Exilio #10



(Ilustración de Sara Fratini)


Nos comportamos muy mal. Cada cual utilizó al otro de guarida contra la soledad y los aguaceros. En vez de la pena del desamor, elegimos el ejercicio de la mentira, más fácil y provechosa.

Ya se había dicho antes: gozar es muy parecido al amor y más barato.
Aunque, en nuestro caso, la gracia nos salió cara en muchos sentidos.
Pero no fue culpa de la mentira sino de confundir nuestro teatro con la verdad. Fuimos víctimas, por igual, de chocar violentamente con la realidad por olvidarnos que no éramos más que ficción.


Nuestro amor de fantasía, de baratija, nuestro amor chanchullo, de recortes de escenas cinematográficas, al final logró despistarnos, al punto de creernos nuestras promesas sin fondos y sufrir dolor, el dolor de querernos. Un dolor sin fundamentos, como las heridas psicológicas y aquellas lágrimas de cocodrilo que enrojecían tus ojos azules de hechicera medio reptil, de muchacha enamorada de otro y que prefiere llorar por la obstinación de una mentira a recordar que su real amor no le es correspondido.
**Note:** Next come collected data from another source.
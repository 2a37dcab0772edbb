"""Users' own benchmark tasks: built from their truth, operator and noise, tuned on their tuning image."""

from __future__ import annotations

import numpy as np
import pytest
import scipy.sparse
import skimage.metrics

import pnpguard as pg
from pnpguard import bench
from pnpguard.bench import _baselines
from pnpguard.bench._tuning import WEIGHTS_TIKHONOV

from .helpers import dense_matrix

SIDE = 32


@pytest.fixture(scope="module")
def scan_task():
    """A sparse-view scan of cell frames through a user's system matrix (scipy.sparse)."""
    projector = pg.ParallelProjection((SIDE, SIDE), np.arange(0.0, 180.0, 15.0))
    matrix = scipy.sparse.csr_matrix(dense_matrix(projector))
    op = pg.as_operator(matrix, (SIDE, SIDE), projector.out_shape, name="lab scanner")
    truth = pg.phantoms.cells(SIDE, seed=0)
    tuning = pg.phantoms.cells(SIDE, seed=1)
    return bench.user_task("lab-scan-12-views", truth, op, 0.01, tuning_image=tuning, seed=5)


def test_a_user_task_is_tuned_on_its_tuning_image(scan_task):
    assert scan_task.family == "custom" and scan_task.fixed_shape == (SIDE, SIDE)
    entry = bench.tune_task(scan_task, shape=(64, 64), max_iter=20, tol=1e-4, check_budget=20,
                            methods=["tikhonov"])
    assert entry["phantom"] == "user tuning image" and entry["shape"] == [SIDE, SIDE]
    # The chosen weight maximises PSNR against the tuning image (reference: scikit-image's PSNR),
    # not against the truth.
    problem = scan_task.problem((SIDE, SIDE), tuning=True)
    np.testing.assert_array_equal(problem.truth, pg.phantoms.cells(SIDE, seed=1))
    scores = [
        skimage.metrics.peak_signal_noise_ratio(problem.truth, _baselines.tikhonov(problem, weight=w).x, data_range=1.0)
        for w in WEIGHTS_TIKHONOV
    ]
    assert entry["baselines"]["tikhonov"]["parameters"]["weight"] == WEIGHTS_TIKHONOV[int(np.argmax(scores))]
    assert entry["denoisers"] == {}


def test_a_user_task_runs_beside_shipped_tasks_and_is_compared_and_reported(scan_task, tmp_path):
    suite = bench.custom_suite(["superres-x2", scan_task], shape=(SIDE, SIDE), max_iter=30, check_budget=20)
    run = bench.run_suite(suite, methods=["tikhonov", "fb/wavelet"])
    document = run.document
    assert [t["name"] for t in document["tasks"]] == ["superres-x2", "lab-scan-12-views"]
    user = document["tasks"][1]
    assert user["family"] == "custom" and user["model"]["kind"] == "user"
    assert user["phantom"] == "user truth" and user["tuning_phantom"] == "user tuning image"
    assert document["settings"]["tuned"]["tuned_here"] == ["lab-scan-12-views"]
    rows = {r["method"]: r for r in document["results"] if r["task"] == "lab-scan-12-views"}
    assert set(rows) == {"tikhonov", "fb/wavelet"}
    assert rows["fb/wavelet"]["guarantee"]["status"] == "proved"  # nonnegative matrix: certified norm
    # The recorded PSNR is the reconstruction's against the user's truth (reference: scikit-image).
    x = run.arrays["lab-scan-12-views/tikhonov"]
    expected = skimage.metrics.peak_signal_noise_ratio(pg.phantoms.cells(SIDE, seed=0), x, data_range=1.0)
    assert abs(rows["tikhonov"]["psnr"] - expected) < 1e-6
    path = run.save(tmp_path / "mine.json")
    loaded = bench.load_results(path)
    assert bench.compare_results(loaded, loaded).passed
    report = bench.write_report(loaded, tmp_path / "report")
    text = report.read_text()
    assert "lab-scan-12-views" in text and "custom" in text


@pytest.mark.parametrize(
    "change, error, pattern",
    [
        (dict(name="ct-30-views"), ValueError, "shipped task's name"),
        (dict(tuning_image="truth"), ValueError, "tune on a separate image"),
        (dict(tuning_image=np.zeros((SIDE, SIDE + 1))), ValueError, "`tuning_image` has shape"),
        (dict(noise=1.5), ValueError, "`noise`"),
        (dict(operator=np.eye(4)), TypeError, "`operator` must be a pnpguard LinearOperator"),
        (dict(operator=pg.PixelMask(np.ones((16, 16)))), ValueError, r"`operator` takes \(16, 16\)"),
        (dict(truth=np.zeros((SIDE, SIDE), dtype=np.uint8)), TypeError, "`truth`"),
    ],
)
def test_bad_user_tasks_name_the_argument(change, error, pattern):
    truth = pg.phantoms.cells(SIDE, seed=0)
    arguments = dict(name="mine", truth=truth, operator=pg.PixelMask(np.ones((SIDE, SIDE))), noise=0.01,
                     tuning_image=pg.phantoms.cells(SIDE, seed=1))
    arguments.update(change)
    if isinstance(arguments["tuning_image"], str):
        arguments["tuning_image"] = truth.copy()
    with pytest.raises(error, match=pattern):
        bench.user_task(arguments.pop("name"), arguments.pop("truth"), arguments.pop("operator"),
                        arguments.pop("noise"), **arguments)


def test_a_suite_refuses_two_tasks_of_one_name(scan_task):
    with pytest.raises(ValueError, match="more than once"):
        bench.custom_suite([scan_task, scan_task], shape=(SIDE, SIDE), max_iter=5)
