"""``pnpguard recover``: reconstruction from files, colour and stacks, the JSON record, bad input."""

from __future__ import annotations

import hashlib
import json
from pathlib import Path

import imageio.v3 as iio
import numpy as np
import pytest
import scipy.sparse
import skimage.metrics
import tifffile

import pnpguard as pg
import pnpguard._recover
import pnpguard.check
from pnpguard import _imagefiles
from pnpguard.cli import main

from .helpers import dense_matrix

SIDE = 32
PSF = pg.gaussian_psf(5, 1.0)
SIGMA = 0.01


def _blurred(image: np.ndarray, seed: int) -> np.ndarray:
    blur = pg.Convolution(PSF, image.shape[-2:])
    clean = blur(image) if image.ndim == 2 else blur(image[:, None])[:, 0]
    return clean + SIGMA * np.random.default_rng(seed).standard_normal(image.shape)


def _frames(count: int) -> np.ndarray:
    return np.stack([pg.phantoms.cells(SIDE, seed=seed) for seed in range(count)])


@pytest.fixture
def lab(tmp_path, monkeypatch):
    """A folder with a blurred 8-bit PNG frame and the PSF, as the working directory."""
    monkeypatch.chdir(tmp_path)
    truth = _frames(1)[0]
    iio.imwrite("frame.png", (255 * np.clip(_blurred(truth, 0), 0, 1)).round().astype(np.uint8))
    np.save("psf.npy", PSF)
    return truth


def _sha(path) -> str:
    return hashlib.sha256(Path(path).read_bytes()).hexdigest()  # reference: hashlib


def _count_checks(monkeypatch) -> list:
    calls = []
    original = pnpguard.check.check_denoiser

    def counted(*args, **kwargs):
        calls.append(args[1])
        return original(*args, **kwargs)

    monkeypatch.setattr(pnpguard.check, "check_denoiser", counted)
    return calls


def test_png_in_png_out_with_record(lab, capsys):
    status = main(["recover", "frame.png", "--psf", "psf.npy", "--sigma", str(SIGMA), "--max-iter", "30",
                   "--no-progress"])
    out = capsys.readouterr().out
    assert status == 0, out
    assert "guarantee for forward_backward (averaged route): PROVED" in out
    assert pg.bench.CAUTION in out
    result = iio.imread("frame-recovered.png")
    assert result.dtype == np.uint8 and result.shape == (SIDE, SIDE)
    # The reconstruction is closer to the truth than the blurred data (skimage's PSNR).
    data = iio.imread("frame.png")
    before = skimage.metrics.peak_signal_noise_ratio(lab, data / 255.0, data_range=1.0)
    after = skimage.metrics.peak_signal_noise_ratio(lab, result / 255.0, data_range=1.0)
    assert after > before + 1.0, (before, after)
    record = json.loads(Path("frame-recovered.json").read_text())
    assert record["format"] == "pnpguard-recover-record"
    assert record["inputs"]["data"]["sha256"] == _sha("frame.png")
    assert record["inputs"]["operator"]["sha256"] == _sha("psf.npy")
    assert record["guarantee"]["status"] == "proved" and record["check"]["verdict"] == "proved"
    assert record["operator"]["norm_basis"] == "certified"
    assert record["output"]["scaling"] == "uint8 value round(0 + x * 255), clipped to [0, 255]"
    assert record["parameters"]["sigma"] == SIGMA and record["monitor_flags"] == []
    assert {"pnpguard", "torch", "numpy"} <= set(record["versions"])
    assert record["caution"] == pg.bench.CAUTION
    assert sorted(p.name for p in Path().iterdir()) == [
        "frame-recovered.json", "frame-recovered.png", "frame.png", "psf.npy"
    ]


def test_a_stack_is_one_batch_with_one_check_and_matches_frame_by_frame(tmp_path, monkeypatch, capsys):
    monkeypatch.chdir(tmp_path)
    stack = np.clip(_blurred(_frames(3), 1), 0, 1)
    tifffile.imwrite("stack.tif", (4095 * stack).round().astype(np.uint16), photometric="minisblack")  # 12-bit data in 16 bits
    np.save("psf.npy", PSF)
    calls = _count_checks(monkeypatch)
    # Plain iterations: an accelerated run combines past steps of the whole batch, so its
    # path (not its fixed point) differs from the frame's own.
    arguments = ["--psf", "psf.npy", "--sigma", str(SIGMA), "--range", "0", "4095", "--max-iter", "15",
                 "--tol", "1e-12", "--no-progress", "--accelerate", "off"]
    assert main(["recover", "stack.tif", *arguments]) == 0
    assert "stack: the 3 frames are reconstructed as one (N, 1, H, W) batch" in capsys.readouterr().out
    assert len(calls) == 1 and calls[0].shape == (SIDE, SIDE)  # one check, on one frame
    result = tifffile.imread("stack-recovered.tif")
    assert result.dtype == np.uint16 and result.shape == (3, SIDE, SIDE) and result.max() <= 4095
    # The same run on the middle frame alone (a single-page file) gives the same frame.
    tifffile.imwrite("middle.tif", (4095 * stack[1]).round().astype(np.uint16))
    assert main(["recover", "middle.tif", *arguments]) == 0
    alone = tifffile.imread("middle-recovered.tif").astype(int)
    assert np.abs(alone - result[1].astype(int)).max() <= 1
    record = json.loads(Path("stack-recovered.json").read_text())
    assert record["inputs"]["data"]["range"] == [0.0, 4095.0] and record["inputs"]["data"]["layout"] == "stack"
    assert record["parameters"]["accelerate"] == "off" and record["run"]["accelerated_steps"] == 0


def test_colour_channels_in_one_batch_and_the_grey_level_note(tmp_path, monkeypatch, capsys):
    monkeypatch.chdir(tmp_path)
    colour = np.clip(_blurred(_frames(3), 2), 0, 1)
    iio.imwrite("colour.png", np.moveaxis((255 * colour).round().astype(np.uint8), 0, -1))
    np.save("psf.npy", PSF)
    calls = _count_checks(monkeypatch)
    assert main(["recover", "colour.png", "--psf", "psf.npy", "--sigma", str(SIGMA), "--max-iter", "10",
                 "--no-progress"]) == 0
    out = capsys.readouterr().out
    assert "wavelet is a grey-level denoiser, applied to each channel separately" in out
    assert len(calls) == 1
    result = iio.imread("colour-recovered.png")
    assert result.shape == (SIDE, SIDE, 3) and result.dtype == np.uint8


def _scan(tmp_path: Path):
    """A sparse-view scan of a porous disk: the system matrix as .npz, the sinogram as .npy."""
    truth = pg.phantoms.make_phantom("porous_disk", (SIDE, SIDE), seed=0)
    projector = pg.ParallelProjection((SIDE, SIDE), np.arange(0.0, 180.0, 12.0))
    matrix = scipy.sparse.csr_matrix(dense_matrix(projector))
    scipy.sparse.save_npz(tmp_path / "system.npz", matrix)
    sinogram = projector(truth) + 0.05 * np.random.default_rng(0).standard_normal(projector.out_shape)
    np.save(tmp_path / "sinogram.npy", sinogram)
    return truth, matrix, projector


def test_a_system_matrix_from_npz(tmp_path, monkeypatch, capsys):
    monkeypatch.chdir(tmp_path)
    truth, matrix, projector = _scan(tmp_path)
    common = ["recover", "sinogram.npy", "--matrix", "system.npz", "--image-shape", str(SIDE), str(SIDE),
              "--sigma", "0.05", "--max-iter", "40", "--no-progress"]
    assert main(common) == 0
    result = np.load("sinogram-recovered.npy")
    assert result.shape == (SIDE, SIDE) and result.dtype == np.float64
    record = json.loads(Path("sinogram-recovered.json").read_text())
    assert record["operator"]["norm_basis"] == "certified"  # nonnegative: Collatz-Wielandt
    dense = matrix.toarray()
    largest = np.sqrt(np.linalg.eigvalsh(dense @ dense.T)[-1])  # reference: numpy.linalg.eigvalsh of A A^T
    assert largest <= record["operator"]["norm"] <= largest * (1 + 1e-4)
    backprojection = projector.adjoint(np.load("sinogram.npy")) / largest**2
    assert np.linalg.norm(result - truth) < np.linalg.norm(backprojection - truth)
    capsys.readouterr()
    # A claimed norm makes the guarantee conditional on the claim.
    assert main([*common, "--norm", str(1.1 * largest), "-o", "claimed.npy"]) == 0
    assert "CONDITIONAL" in capsys.readouterr().out
    claimed = json.loads(Path("claimed.json").read_text())
    assert claimed["operator"]["norm_basis"] == "claimed" and claimed["guarantee"]["status"] == "conditional"
    assert any("claimed: not verified" in text for text in claimed["guarantee"]["assumptions"])


def _bad_inputs(tmp_path: Path) -> list[tuple[list[str], str]]:
    """(arguments, words of the one-line error) for every bad input of the issue's list."""
    side = (str(SIDE), str(SIDE))
    truth, matrix, _ = _scan(tmp_path)
    np.save(tmp_path / "wide.npy", matrix.toarray()[:, :-1])
    bad = matrix.toarray()
    bad[3, 5] = np.nan
    np.save(tmp_path / "nan.npy", bad)
    (tmp_path / "notes.png").write_text("this is not an image")
    tifffile.imwrite(tmp_path / "bright.tif", np.full((SIDE, SIDE), 5000, dtype=np.uint16))
    np.save(tmp_path / "grey_mask.npy", np.linspace(0, 1, SIDE * SIDE).reshape(SIDE, SIDE))
    np.save(tmp_path / "zero_psf.npy", np.array([[1.0, -1.0], [0.0, 0.0]]))
    iio.imwrite(tmp_path / "frame.png", (255 * truth).round().astype(np.uint8))
    np.save(tmp_path / "psf.npy", PSF)
    (tmp_path / "taken-recovered.png").write_bytes(b"")
    iio.imwrite(tmp_path / "taken.png", (255 * truth).round().astype(np.uint8))
    (tmp_path / "blocked.json").mkdir()
    sigma = ["--sigma", "0.01"]
    return [
        (["sinogram.npy", "--matrix", "wide.npy", "--image-shape", *side, *sigma], "`matrix` has shape"),
        (["sinogram.npy", "--matrix", "nan.npy", "--image-shape", *side, *sigma], "1 non-finite entries"),
        (["notes.png", "--psf", "psf.npy", *sigma], "is not a readable image"),
        (["bright.tif", "--psf", "psf.npy", "--range", "0", "4095", *sigma], "outside the declared range [0, 4095]"),
        (["frame.png", "--mask", "grey_mask.npy", *sigma], "is not binary"),
        (["frame.png", "--psf", "zero_psf.npy", *sigma], "sums to 0"),
        (["taken.png", "--psf", "psf.npy", *sigma], "exists; pass --overwrite"),
        (["frame.png", "--psf", "psf.npy", "-o", "blocked.png", *sigma], "is a directory"),
        (["frame.png", "--psf", "psf.npy", "-o", "frame.tif", *sigma], "data's kind of suffix"),
        (["frame.png", "--psf", "psf.npy", "--image-shape", *side, *sigma], "--image-shape H W goes with --matrix"),
        (["frame.png", "--psf", "psf.npy", "-o", "frame.png", "--overwrite", *sigma], "is the data file"),
        (["bright.tif", "--psf", "psf.npy", "--range", "0", "inf", *sigma], "must be finite"),
    ]


def test_every_bad_input_is_one_line_before_any_work(tmp_path, monkeypatch, capsys):
    monkeypatch.chdir(tmp_path)
    cases = _bad_inputs(tmp_path)
    before = sorted(p.name for p in tmp_path.iterdir())

    def no_work(*args, **kwargs):
        raise AssertionError("the check ran on a bad input")

    monkeypatch.setattr(pnpguard.check, "check_denoiser", no_work)
    for arguments, words in cases:
        status = main(["recover", *arguments, "--no-progress"])
        err = capsys.readouterr().err.strip().splitlines()
        assert status == 2 and len(err) == 1 and err[0].startswith("pnpguard: error:"), (arguments, err)
        assert words in err[0], (words, err[0])
    assert sorted(p.name for p in tmp_path.iterdir()) == before  # nothing written


def test_overwrite_replaces_and_a_failed_record_leaves_nothing(lab, monkeypatch, capsys):
    arguments = ["recover", "frame.png", "--psf", "psf.npy", "--sigma", str(SIGMA), "--max-iter", "5",
                 "--no-progress"]
    Path("frame-recovered.png").write_bytes(b"old")
    assert main(arguments) == 2
    assert main([*arguments, "--overwrite"]) == 0
    assert iio.imread("frame-recovered.png").shape == (SIDE, SIDE)
    capsys.readouterr()
    for name in ("frame-recovered.png", "frame-recovered.json"):
        Path(name).unlink()

    def full_disk(path, document):
        raise OSError(28, "No space left on device")

    monkeypatch.setattr(pnpguard._recover, "write_record", full_disk)
    assert main(arguments) == 2
    assert "(No space left on device); nothing was written" in capsys.readouterr().err
    assert sorted(p.name for p in Path().iterdir()) == ["frame.png", "psf.npy"]  # no partial or temporary file


def test_a_refusal_writes_nothing(lab, capsys):
    Path("mylab.py").write_text("def sharpen(x):\n    return 1.5 * x\n")
    status = main(["recover", "frame.png", "--psf", "psf.npy", "--sigma", str(SIGMA), "--denoiser",
                   "mylab:sharpen", "--strength", "0.01", "--budget", "20", "--no-progress"])
    assert status == 1
    assert "REFUSED (nothing written)" in capsys.readouterr().out
    assert not Path("frame-recovered.png").exists() and not Path("frame-recovered.json").exists()


@pytest.mark.parametrize("dtype, high", [(np.uint8, 255), (np.uint16, 65535)])
def test_integer_scaling_round_trips(tmp_path, dtype, high):
    stored = np.arange(0, high + 1, max(1, high // 200), dtype=dtype)[: 16 * 8].reshape(16, 8)
    path = tmp_path / "values.tif"
    tifffile.imwrite(path, stored)
    read = _imagefiles.read_image(path)
    np.testing.assert_allclose(read.values, stored / high)  # analytic: v / (2^bits - 1)
    _imagefiles.write_image(tmp_path / "again.tif", read.values, read)
    np.testing.assert_array_equal(tifffile.imread(tmp_path / "again.tif"), stored)


def test_planar_colour_tiff_is_colour_and_a_psf_can_be_an_image(tmp_path):
    planes = (255 * np.stack([pg.phantoms.cells(16, seed=s) for s in range(3)])).round().astype(np.uint8)
    tifffile.imwrite(tmp_path / "planar.tif", planes, photometric="rgb", planarconfig="separate")
    read = _imagefiles.read_image(tmp_path / "planar.tif")
    assert read.layout == "colour"
    np.testing.assert_array_equal(read.values, planes / 255.0)
    # A PSF saved as a 16-bit PNG gives the convolution with the normalised kernel.
    stored = np.rint(65535 * PSF / PSF.max()).astype(np.uint16)
    iio.imwrite(tmp_path / "psf.png", stored)
    op, model = pnpguard._recover.psf_operator(str(tmp_path / "psf.png"), (SIDE, SIDE))
    expected = stored / stored.sum()  # analytic: the scaling cancels in the normalisation
    np.testing.assert_allclose(op.psf, expected, rtol=1e-12)
    assert model["sha256"] == _sha(tmp_path / "psf.png")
Pensándolo, concluyo que debimos habernos entregado a la ligereza de nuestro buen sexo, sin ninguna otra atadura que los orgasmos sabrosos que alcanzábamos.
Nuestro error, puta querida, fue desubicar al estómago del corazón, pisar profundo el agua, no como ciegos sino como desesperados, por no enfrentar la soledad ni mucho menos superarla, por preferir el autismo de sembrar sin semillas y querer recoger frutos.
No, no nos quisimos ni nos querremos nunca pero ¡qué bien la pasamos!